Grade School Requiring Children to Study ‘Book About Whiteness’
A grade school in a wealthy Pennsylvania school district is requiring children to study a book called “Not My Idea: A Book About Whiteness,” which claims “white people who relate to police officers or decline to watch the news are complicit in racism.”
The Washington Free Beacon reported Gladwyne Elementary in Lower Merion School District assigned the book for fourth and fifth graders.
The curriculum also assigns “A Kid’s Book About Racism” to kindergarten and first graders, the report said.
Some parents aren’t happy, and the Beacon reported Elana Fishbein, the mother of two boys, wrote to the district superintendent and board demanding the school halt its “cultural proficiency” curriculum.
“The book teaches kids not only to defy parents but to hate themselves. To hate their parents also because they are white,” she said. “By default, [the kids] are white, and they’re privileged, and they’re bad. [The school] is teaching this to little kids.”
The new lessons were announced to parents by email. The district claimed its existing classes on equality and race are not sufficient to get its message across to students.

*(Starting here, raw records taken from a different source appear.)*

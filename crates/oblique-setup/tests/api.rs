//! The library's API on the built-in INVENTED demo files (bank `harbourside-bank-300uf`, coil
//! `harbourside-coil-42mm`, pair `demo-al6061-on-cu`): resolution and provenance, errors naming
//! their field, a sweep against single estimates, a calibration stored and used again.

use oblique_core::process::{estimate, PulseSetup, TubeSetup, Workpiece};
use oblique_core::units::{Angle, Capacitance, Length, Velocity, Voltage};
use oblique_setup::{
    calibrate, estimate_explosive, resolve_estimate, run_sweep, AngleGrid, BankRequest,
    CalibrationRequest, Catalog, Charge, ChargeGrid, EstimateRequest, ExplosiveRequest, Grid,
    Integration, MagneticRequest, Provenance, SetupError, SweepRequest, TubeRequest,
};
use oblique_window::machine::Machines;
use oblique_window::Library;

const BANK: &str = "harbourside-bank-300uf";
const COIL: &str = "harbourside-coil-42mm";

fn tube() -> TubeRequest {
    TubeRequest {
        bank: BankRequest::machine(BANK),
        coil: Some(COIL.into()),
        flyer: Some("aa6061-t6".into()),
        flyer_thickness: Some(Length::from_m(1e-3)),
        tube_outer_radius: Some(Length::from_m(20e-3)),
        ..TubeRequest::default()
    }
}

fn request(t: TubeRequest, kv: f64, mm: f64) -> EstimateRequest {
    EstimateRequest::new(
        MagneticRequest::Tube(t),
        Charge::Voltage(Voltage::from_v(kv * 1e3)),
        Length::from_m(mm * 1e-3),
    )
}

#[test]
fn the_resolved_set_up_is_the_one_built_from_the_files_by_hand() {
    let catalog = Catalog::builtin().expect("built-in library");
    let mut notes = Vec::new();
    let setup = resolve_estimate(&catalog, &request(tube(), 8.0, 2.0), &mut notes).expect("set-up");
    assert!(notes.is_empty());
    // The same set-up assembled directly from the machine specs and the material.
    let (_, bank) = catalog.machines.bank(BANK).expect("bank");
    let (_, coil) = catalog.machines.compression_coil(COIL).expect("coil");
    let al = catalog.library.material("aa6061-t6").expect("material");
    let by_hand = PulseSetup::Tube(TubeSetup {
        bank: bank.bank(),
        coil: coil.coil(),
        tube: oblique_core::process::Tube {
            outer_radius: Length::from_m(20e-3),
            wall_thickness: Length::from_m(1e-3),
            material: Workpiece::from_material(&al.material).expect("workpiece"),
        },
        standoff: Length::from_m(2e-3),
        charging_voltage: Voltage::from_v(8e3),
        efficiency: 1.0,
    });
    assert_eq!(setup.setup, by_hand);
    // Provenance: file values name the file, given ones the field, the efficiency its default.
    let from = |key: &str| setup.inputs.get(key).expect(key).from.clone();
    assert!(matches!(from("capacitance_f"), Provenance::File { name, .. } if name == BANK));
    assert!(
        matches!(from("coil_extra_inductance_h"), Provenance::File { name, .. } if name == COIL)
    );
    assert_eq!(from("flyer").to_string(), "flag --flyer");
    assert!(matches!(from("flyer_density_kg_m3"), Provenance::Material(id) if id == "aa6061-t6"));
    assert_eq!(from("efficiency").to_string(), "default 1, uncalibrated");
    assert!(setup.inputs.uncalibrated());
    // Running it gives what the core gives for the hand-built set-up.
    let direct = estimate(&by_hand, &setup.options).expect("core estimate");
    let report = setup.run().expect("estimate");
    assert_eq!(report.estimate.outcome, direct.outcome);
    assert!(report.check.is_none(), "no window named");
}

#[test]
fn given_values_override_the_file_and_missing_ones_name_their_field() {
    let catalog = Catalog::builtin().expect("built-in library");
    let mut t = tube();
    t.bank.capacitance = Some(Capacitance::from_f(250e-6));
    let s = resolve_estimate(&catalog, &request(t, 8.0, 2.0), &mut Vec::new()).expect("set-up");
    assert_eq!(
        s.inputs.get("capacitance_f").expect("c").from.to_string(),
        format!("flag --capacitance (overrides {BANK})")
    );
    let mut t = tube();
    t.bank = BankRequest::default();
    let e =
        resolve_estimate(&catalog, &request(t, 8.0, 2.0), &mut Vec::new()).expect_err("no bank");
    assert!(matches!(
        e,
        SetupError::Missing {
            field: "--capacitance",
            ..
        }
    ));
    assert!(e.is_input());
    assert_eq!(
        e.to_string(),
        "--capacitance is required here (bank capacitance): give it, or name a bank file with --machine"
    );
    let e = resolve_estimate(&catalog, &request(tube(), 13.0, 2.0), &mut Vec::new())
        .expect_err("above the rating");
    assert_eq!(e.field(), Some("--charge-voltage"));
    assert!(e
        .to_string()
        .contains("exceeds the bank's rated voltage 12 kV"));
}

#[test]
fn a_sweep_gives_the_single_estimates_and_ranks_by_headroom() {
    let catalog = Catalog::builtin().expect("built-in library");
    let mut t = tube();
    t.flyer = None;
    t.flyer_thickness = None;
    let req = SweepRequest {
        process: MagneticRequest::Tube(t.clone()),
        charge: ChargeGrid::Voltages(Grid::Range(6e3, 10e3)),
        steps: 3,
        standoffs: Grid::List(vec![1e-3, 2e-3]),
        standoff_steps: 5,
        angles: Some(AngleGrid::Same(Angle::from_degrees(8.0))),
        pair: Some("demo-al6061-on-cu".into()),
        efficiency: None,
        integration: Integration::default(),
        threads: None,
    };
    let r = run_sweep(&catalog, &req, &mut Vec::new()).expect("sweep");
    assert_eq!(r.settings.len(), 6);
    for s in &r.settings {
        let mut single = request(
            t.clone(),
            r.grid.voltages[s.voltage_index] / 1e3,
            r.grid.standoffs[s.standoff_index] * 1e3,
        );
        single.pair = Some("demo-al6061-on-cu".into());
        let one = resolve_estimate(&catalog, &single, &mut Vec::new())
            .and_then(|x| x.run())
            .expect("single estimate");
        let (a, b) = (
            r.velocity(s).expect("impact"),
            one.estimate.impact_velocity().expect("impact").si(),
        );
        assert!((a / b - 1.0).abs() < 1e-12, "{a} vs {b}");
    }
    let headroom: Vec<f64> = r
        .inside_ranked()
        .map(|s| {
            assert!(s.inside());
            s.relative_headroom(r.velocity(s).expect("impact"))
        })
        .collect();
    assert!(headroom.windows(2).all(|w| w[0] >= w[1]), "{headroom:?}");
    // A window check without angles is refused, naming the field.
    let e = run_sweep(
        &catalog,
        &SweepRequest {
            angles: None,
            ..req
        },
        &mut Vec::new(),
    )
    .expect_err("no angle");
    assert_eq!(e.field(), Some("--angle"));
}

/// Gurney's open-faced sandwich, V / sqrt(2E) = [((1 + 2r)^3 + 1) / (6 (1 + r)) + r]^(-1/2)
/// with r = M/C (Gurney 1943; the form as in Cooper, Explosives Engineering, 1996, from
/// memory): r = 2 gives exactly 1/3.
#[test]
fn an_explosive_set_up_from_values() {
    let catalog = Catalog::builtin().expect("built-in library");
    let r = estimate_explosive(
        &catalog,
        &ExplosiveRequest {
            gurney_velocity: Some(Velocity::from_m_s(1500.0)),
            detonation_velocity: Some(Velocity::from_m_s(2500.0)),
            mass_ratio: Some(2.0),
            preset_angle: Some(Angle::from_degrees(0.0)),
            ..ExplosiveRequest::default()
        },
    )
    .expect("estimate");
    assert!((r.estimate.impact_velocity.si() - 500.0).abs() < 1e-9);
    let e = estimate_explosive(&catalog, &ExplosiveRequest::default()).expect_err("nothing given");
    assert_eq!(e.field(), Some("--gurney-velocity"));
}

#[test]
fn a_calibration_is_stored_in_a_user_bank_and_used_by_the_next_estimate() {
    let dir = tempfile::tempdir().expect("temp dir");
    let text = oblique_window::machine::builtin_text(BANK)
        .expect("built-in text")
        .replace(&format!("name: \"{BANK}\""), "name: \"shop-bank\"");
    std::fs::create_dir_all(dir.path().join("machines")).expect("folder");
    std::fs::write(dir.path().join("machines/shop-bank.ron"), text).expect("write");
    let dirs = vec![dir.path().to_path_buf()];
    let load = || {
        Catalog::new(
            Library::load(&dirs).expect("library"),
            Machines::load(&dirs).expect("machines"),
        )
    };
    let mut t = tube();
    t.bank = BankRequest::machine("shop-bank");
    let catalog = load();
    // The measured velocity is the model's at eta = 0.7: the fit must find 0.7 again.
    let mut at = request(t.clone(), 8.0, 2.5);
    at.efficiency = Some(0.7);
    let v07 = resolve_estimate(&catalog, &at, &mut Vec::new())
        .and_then(|s| s.run())
        .expect("estimate")
        .estimate
        .impact_velocity()
        .expect("impact");
    let cal = CalibrationRequest {
        process: MagneticRequest::Tube(t.clone()),
        charge: Charge::Voltage(Voltage::from_v(8e3)),
        standoff: Length::from_m(2.5e-3),
        measured_velocity: v07,
        velocity_uncertainty: Some(0.03),
        source: "constructed in a test (invented)".into(),
        date: "2026-12-01".into(),
        save: true,
        pair: None,
        integration: Integration::default(),
    };
    let fit = calibrate(&catalog, &cal, &mut Vec::new()).expect("fit");
    assert!(
        (fit.fit.efficiency - 0.7).abs() < 1e-6,
        "{}",
        fit.fit.efficiency
    );
    assert_eq!(fit.entry().model, "mpw-tube");
    fit.save().expect("saved");
    let catalog = load();
    let s = resolve_estimate(&catalog, &request(t, 8.0, 2.5), &mut Vec::new()).expect("set-up");
    assert!(matches!(
        s.inputs.get("efficiency").expect("eta").from,
        Provenance::Calibration(_)
    ));
    // The calibration shot's own spread (3 %) is the velocity spread of estimates that use it.
    let (spread, basis) = oblique_setup::uncertainty::velocity_spread(&s.inputs);
    assert!((spread - 0.03).abs() < 1e-12, "{spread} {basis}");
    assert!(basis.contains("its calibration shot"), "{basis}");
    // A built-in bank is read-only, refused before the fit.
    let e = calibrate(
        &Catalog::builtin().expect("built-in library"),
        &CalibrationRequest {
            process: MagneticRequest::Tube(tube()),
            ..cal
        },
        &mut Vec::new(),
    )
    .expect_err("read-only");
    assert_eq!(e.field(), Some("--save"));
}
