/// Removing shots while another shell records them: no removal is refused for the other's
/// appends (they never shift a number), no acknowledged shot is lost, none removed twice.
#[test]
fn removals_and_appends_at_once_lose_nothing_and_wait_for_each_other() {
    let dir = tempfile::tempdir().expect("temp dir");
    assert_eq!(new_pair(dir.path(), "mix").status.code(), Some(0));
    const N: usize = 25;
    for i in 0..N {
        assert_eq!(
            observe(dir.path(), "mix", &format!("old {i}"))
                .status
                .code(),
            Some(0)
        );
    }
    let d = dir.path().to_path_buf();
    let appender = std::thread::spawn(move || {
        (0..N)
            .filter(|i| observe(&d, "mix", &format!("new {i}")).status.code() == Some(0))
            .count()
    });
    let mut removed = 0;
    for _ in 0..N {
        let o = run_in(
            dir.path(),
            &[
                "--library",
                ".",
                "pair",
                "remove-shot",
                "mix",
                "--shot",
                "1",
            ],
        );
        assert_eq!(o.status.code(), Some(0), "{}", stderr(&o));
        removed += 1;
    }
    let added = appender.join().expect("appender");
    assert_eq!(added, N);
    let text = std::fs::read_to_string(dir.path().join("mix.ron")).expect("pair");
    assert_eq!(text.matches("source:").count(), N + added - removed);
    for i in 0..N {
        assert!(
            text.contains(&format!("\"new {i}\"")),
            "acknowledged shot 'new {i}' lost"
        );
        assert!(
            !text.contains(&format!("\"old {i}\"")),
            "'old {i}' was to be removed"
        );
    }
}

/// A window file named otherwise than its pair (`w.ron` holding `name: "shop-al-cu"`, which the
/// format allows) that cannot be loaded: asking for the pair names the file and its problems,
/// not just "unknown pair", whether the file does not parse or parses and fails validation.
#[test]
fn a_broken_window_file_is_named_when_its_pair_is_asked_for() {
    let fixture = std::fs::read_to_string(
        Path::new(env!("CARGO_MANIFEST_DIR")).join("tests/data/map-lib/map-test-al-on-cu.ron"),
    )
    .expect("fixture");
    let renamed = fixture.replace("name: \"map-test-al-on-cu\"", "name: \"shop-al-cu\"");
    assert_ne!(renamed, fixture);
    for (case, criteria, needle) in [
        (
            "no reason",
            "    criteria: (jetting: (enabled: false)),\n",
            "gives no reason",
        ),
        (
            "not a boolean",
            "    criteria: (jetting: (enabled: maybe, reason: \"test\")),\n",
            "expected boolean",
        ),
    ] {
        let dir = tempfile::tempdir().expect("temp dir");
        let body = renamed.replace("    boundaries: [", &format!("{criteria}    boundaries: ["));
        std::fs::write(dir.path().join("w.ron"), body).expect("write window");
        let lib = dir.path().to_str().expect("utf-8 path");
        let o = run(&[
            "--library",
            lib,
            "check",
            "--pair",
            "shop-al-cu",
            "--velocity",
            "400m/s",
            "--angle",
            "10deg",
        ]);
        assert_eq!(o.status.code(), Some(2), "{case}");
        let err = stderr(&o);
        assert!(err.contains("unknown pair 'shop-al-cu'"), "{case}: {err}");
        assert!(
            err.contains("the window file")
                && err.contains("w.ron")
                && err.contains("could not be loaded"),
            "{case}: {err}"
        );
        assert!(err.contains(needle), "{case}: {err}");
    }
}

“Generally, each class also engages in a cultural proficiency lesson; however, we realize that this is not enough,” Gladwyne principal Veronica Ellers wrote in an email obtained by the Free Beacon. “We plan to continue designing lessons that promote anti-racist actions in the upcoming 20-21 school year and beyond.”
A district spokeswoman, Amy Buckman, said the district wanted an “anti-racist curriculum” for students and insisted on “appropriate books that raise awareness of the very real issues of racism and privilege.”
Fishbein said it’s not a surprise that few parents are objecting openly.
“If you say anything that’s racist according to the school or parent’s definition of racism, you’re out,” Fishbein warned. “You’re called a racist. No wonder the parents don’t talk.”